_Assignment:_ Type out the records again, exactly as they are.

_Record set:_

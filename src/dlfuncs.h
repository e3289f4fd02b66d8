/* dlfuncs: a shared library loaded when first needed (dlopen), not linked,
 * its functions looked up into a table of the caller's.
 *
 * Owns nothing: a library once loaded is kept for the process's life, as a
 * linked one would be (the store's libpq, the figures' cairo). */
#ifndef PB_DLFUNCS_H
#define PB_DLFUNCS_H

#include <stddef.h>

/* One function: its name and where its address goes. */
struct dl_func {
    const char *name;
    void **slot;
};

/* Opens lib (a soname) and fills the n slots; 0 with *handle set, or -1
 * with the reason in why (dlopen's message, or which function the library
 * lacks) and the library closed again. */
int dl_funcs_load(const char *lib, const struct dl_func *f, size_t n, void **handle, char *why,
                  size_t cap);

#endif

_Task response:_
filename src/dlfuncs.h
repository e3289f4fd02b66d8
/* dlfuncs: a shared library loaded when first needed (dlopen), not linked,
 * its functions looked up into a table of the caller's.
 *
 * Owns nothing: a library once loaded is kept for the process's life, as a
 * linked one would be (the store's libpq, the figures' cairo). */
#ifndef PB_DLFUNCS_H
#define PB_DLFUNCS_H

#include <stddef.h>

/* One function: its name and where its address goes. */
struct dl_func {
    const char *name;
    void **slot;
};

/* Opens lib (a soname) and fills the n slots; 0 with *handle set, or -1
 * with the reason in why (dlopen's message, or which function the library
 * lacks) and the library closed again. */
int dl_funcs_load(const char *lib, const struct dl_func *f, size_t n, void **handle, char *why,
                  size_t cap);

#endif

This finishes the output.